In fact, fetching events from that repo shows plenty of same problems: https://api.github.com/repos/IGED-UFPB/IGED/events, ex:

message: "Corre??o na compara??o de duas Lias pela camada de Abstra??o."
brianmario commented 12 years ago

damn, I REALLY need to try to finish up 2.0 - unfortunately there isn't much I can do since yajl 1.x doesn't do any Unicode validation at all (and that's what we're using). we use charlock_holes to try and guess and transcode stuff into UTF-8 before encoding but sometimes there isn't enough data to make an accurate detection. Anyway this is definitely an issue we (GitHub) needs to deal with. Would you mind hitting up support@github and mention me? I'll do what needs to happen ;)

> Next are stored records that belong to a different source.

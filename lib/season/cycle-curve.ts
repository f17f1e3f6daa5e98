/**
 * The coefficients of one cycle: what the table says, and what the climate of the parcel, a canopy, a mulch or the single coefficient makes of it.
 */

import { canopyBasal, fittedStomatalFactor, MATURE_COVER } from '../crop/canopy.ts';
import { adjustedCoefficient, climateTerm, END_ADJUSTED_FROM } from '../crop/climate-adjustment.ts';
import { BARE_SOIL_COEFFICIENT } from '../crop/cover.ts';
import type { Cycle, StageCoefficients } from '../crop/curve.ts';
import { mulchedSingle } from '../crop/mulch.ts';
import { riceInitialCoefficient } from '../crop/rice.ts';
import { type InitialStage, initialFromWettings, singleFromBasal } from '../crop/single-coefficient.ts';
import { initialStageOf } from './initial-wetting.ts';
import type { PackedSeason, ParcelWeather } from './pack.ts';
import type { PlantedCycles } from './stage-days.ts';
import type { Canopy, Crop, CropCalendar, ParcelInput, Planting } from './types.ts';

/** Stage of which a climate is taken, with what of it lies in the run: days `from … to − 1`. */
export interface StageClimate {
  readonly from: number;
  readonly to: number;
  /** mean u2 [m s⁻¹], NaN when no day of the stage is in the run */
  readonly windSpeed2m: number;
  /** mean RHmin [%], likewise */
  readonly humidityMinimum: number;
}

/** Climates of the stages whose coefficients are adjusted. */
export interface StageClimates {
  readonly mid: StageClimate;
  readonly late: StageClimate;
}

/** Coefficients of a cycle, and how they came about. */
export interface CycleCurve {
  /** Kcb as the tables have it; Kc where the run is on single coefficients */
  readonly table: StageCoefficients;
  /** what the curve is drawn with; on tall reference ET where the crop's table is */
  readonly coefficients: StageCoefficients;
  readonly climates: StageClimates;
  /** m */
  readonly heightMax: number;
  /** canopy that Kcb mid is of; null where the table's stands */
  readonly canopy: (Canopy & { readonly stomatalFactor: number }) | null;
  /** wettings behind Kc ini of a run on single coefficients; null otherwise, and where the table value stands */
  readonly initialStage: InitialStage | null;
}

/**
 * Climate of a stage of a cycle: means over those of its days that lie in the run and in the cycle, whether observed, forecast or the normal of the day.
 *
 * @param from first day of the stage
 * @param length stage length [d]
 */
export function stageClimate(weather: ParcelWeather, cycle: Cycle, from: number, length: number): StageClimate {
  const days = weather.windSpeed2m.length;
  const first = Math.max(0, from);
  const end = Math.min(days, cycle.end, from + length);
  const count = end - first;
  if (count <= 0) return { from: first, to: first, windSpeed2m: Number.NaN, humidityMinimum: Number.NaN };
  return {
    from: first,
    to: end,
    windSpeed2m: (weather.windSum[end] - weather.windSum[first]) / count,
    humidityMinimum: (weather.humiditySum[end] - weather.humiditySum[first]) / count,
  };
}

/** Mid and late stage of a cycle as the climate adjustment sees them. */
export function stageClimates(weather: ParcelWeather, cycle: Cycle): StageClimates {
  const mid = cycle.start + cycle.lengths.initial + cycle.lengths.development;
  return {
    mid: stageClimate(weather, cycle, mid, cycle.lengths.mid),
    late: stageClimate(weather, cycle, mid + cycle.lengths.mid, cycle.lengths.late),
  };
}

/** Kcb of a cycle as the library has it: the calendar's for that cycle, else the crop's. The last cycle listed stands for all after it. */
export function tableCoefficients(crop: Crop, calendar: CropCalendar, cycle: number): StageCoefficients {
  const own = calendar.cycles?.[Math.min(cycle, calendar.cycles.length - 1)];
  const { basalInitial, basalMid, basalEnd } = own ?? crop;
  return { initial: basalInitial, mid: basalMid, end: basalEnd };
}

/**
 * Coefficients in the climate of the parcel.
 *
 * Kcb mid (or Kc mid) is adjusted to the mid stage, the end value to the late stage and only where the table gives at least 0.45. A stage with no day in
 * the run keeps its table value.
 *
 * Source: FAO-56 Eq. 62, 65 and 70.
 */
export function adjustedCoefficients(table: StageCoefficients, climates: StageClimates, height: number): StageCoefficients {
  const { mid, late } = climates;
  return {
    initial: table.initial,
    mid: adjustedCoefficient(table.mid, mid.windSpeed2m, mid.humidityMinimum, height),
    end: table.end < END_ADJUSTED_FROM ? table.end : adjustedCoefficient(table.end, late.windSpeed2m, late.humidityMinimum, height),
  };
}

/**
 * Everything the curve of a cycle is drawn with.
 *
 * A table on tall reference ET is taken as it is: tall reference ET already answers to wind and dryness as a tall crop does, and the ratio
 * of the day brings the curve to short reference ET. A canopy gives Kcb mid; initial and end values keep the table's proportion to it (the initial one never
 * above the table), but are at least what the ground between the plants uses.
 *
 * @param k place of the cycle in the planting
 * Source: FAO-56 Eq. 62–70 and chapter 9; proportions of initial and end under a canopy: choice of ours.
 */
export function cycleCurve(season: PackedSeason, parcel: ParcelInput, planted: PlantedCycles, k: number): CycleCurve {
  const { crop, calendar } = planted.planting;
  const cycle = planted.cycles[k];
  const climates = stageClimates(season.weather, cycle);
  if (season.input.settings.coefficient === 'single') return singleCurve(season, parcel, planted, k, climates);
  const table = tableCoefficients(crop, calendar, k);
  const canopy = crop.surface === 'tall' ? null : canopyOf(planted.planting);
  if (canopy !== null) {
    return {
      table,
      coefficients: canopyCoefficients(table, canopy, climates),
      climates,
      heightMax: canopy.height,
      canopy,
      initialStage: null,
    };
  }
  const coefficients = crop.surface === 'tall' ? table : adjustedCoefficients(table, climates, crop.heightMax);
  return { table, coefficients, climates, heightMax: crop.heightMax, canopy, initialStage: null };
}

/** The canopy of a planting with its stomatal factor settled; null where neither planting nor crop has one. */
export function canopyOf({ crop, canopy }: Planting): CycleCurve['canopy'] {
  const given = canopy ?? crop.canopy;
  if (given === undefined) return null;
  const own = given.stomatalFactor ?? crop.canopy?.stomatalFactor;
  return { ...given, stomatalFactor: own ?? fittedStomatalFactor(crop.basalMid, crop.heightMax, crop.canopy?.cover ?? MATURE_COVER) };
}

function canopyCoefficients(
  table: StageCoefficients,
  canopy: NonNullable<CycleCurve['canopy']>,
  climates: StageClimates,
): StageCoefficients {
  const ground = canopy.groundBasal ?? BARE_SOIL_COEFFICIENT;
  const density = Math.min(1, canopyBasal(canopy, 0) / table.mid);
  return {
    initial: Math.max(ground, density * table.initial),
    mid: canopyBasal(canopy, standardWhereNaN(climates.mid)),
    end: Math.max(ground, canopyBasal(canopy, standardWhereNaN(climates.late)) * (table.end / table.mid)),
  };
}

/** Climate term of a stage; the standard climate where no day of it is in the run. */
function standardWhereNaN({ windSpeed2m, humidityMinimum }: StageClimate): number {
  const term = climateTerm(windSpeed2m, humidityMinimum);
  return Number.isNaN(term) ? 0 : term;
}

function singleCurve(season: PackedSeason, parcel: ParcelInput, planted: PlantedCycles, k: number, climates: StageClimates): CycleCurve {
  const { crop, calendar, mulch } = planted.planting;
  const basal = tableCoefficients(crop, calendar, k);
  const table = crop.single && !calendar.cycles ? crop.single : singleFromBasal(basal);
  const initialStage =
    crop.type === 'annual' && !crop.paddy && crop.surface === 'short' ? initialStageOf(season, parcel, planted, k) : null;
  const adjusted = crop.surface === 'tall' ? table : adjustedCoefficients(table, climates, crop.heightMax);
  const initial = initialStage
    ? initialFromWettings(initialStage)
    : crop.paddy
      ? riceInitial(season.weather, planted.cycles[k])
      : table.initial;
  const open = { ...adjusted, initial };
  const coefficients = mulch
    ? {
        initial: mulchedSingle(open.initial, basal.initial, mulch),
        mid: mulchedSingle(open.mid, basal.mid, mulch),
        end: mulchedSingle(open.end, basal.end, mulch),
      }
    : open;
  return { table, coefficients, climates, heightMax: crop.heightMax, canopy: null, initialStage };
}

function riceInitial(weather: ParcelWeather, cycle: Cycle): number {
  const { windSpeed2m, humidityMinimum } = stageClimate(weather, cycle, cycle.start, cycle.lengths.initial);
  return riceInitialCoefficient(windSpeed2m, humidityMinimum);
}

On Mar 11, 2012, at 9:24 AM, Ilya Grigorikreply@reply.github.com wrote:

Running into the same issue.. except my data source is github's timeline.. :-)

shas":[["652951d929f014eeaa6f3f01f5106d40ad97ea41","lukasz.milewski@gmail.com","Added JSON support","?ukasz Milewski",true]]

Results in:

Processing exception: lexical error: invalid bytes in UTF8 string.
         l.com","Added JSON support","?ukasz Milewski",true]],"ref":"
                    (right here) ------^

1) Suggestions for how to deal with this, short of dumping the entire input stream? 2) Looks like an encoding bug on github? /cc @tmm1


Reply to this email directly or view it on GitHub: https://github.com/brianmario/yajl-ruby/issues/64#issuecomment-4440034

igrigorik commented 12 years ago

Fired off an email to support - thanks Brian!

kitplummer commented 11 years ago

Just now running into the same issue. @igrigorik - I'm trying to use yajl-ruby to parse through your archive events too. :) What was the resolution?

igrigorik commented 11 years ago

@kitplummer that's odd.. I'm serializing it into those archives with Yajl - it should have bombed one step before on my end. If the archive is \n delimited (depends on the date range), you can do the "read one line, parse one line" trick.. and rescue the exception and skip.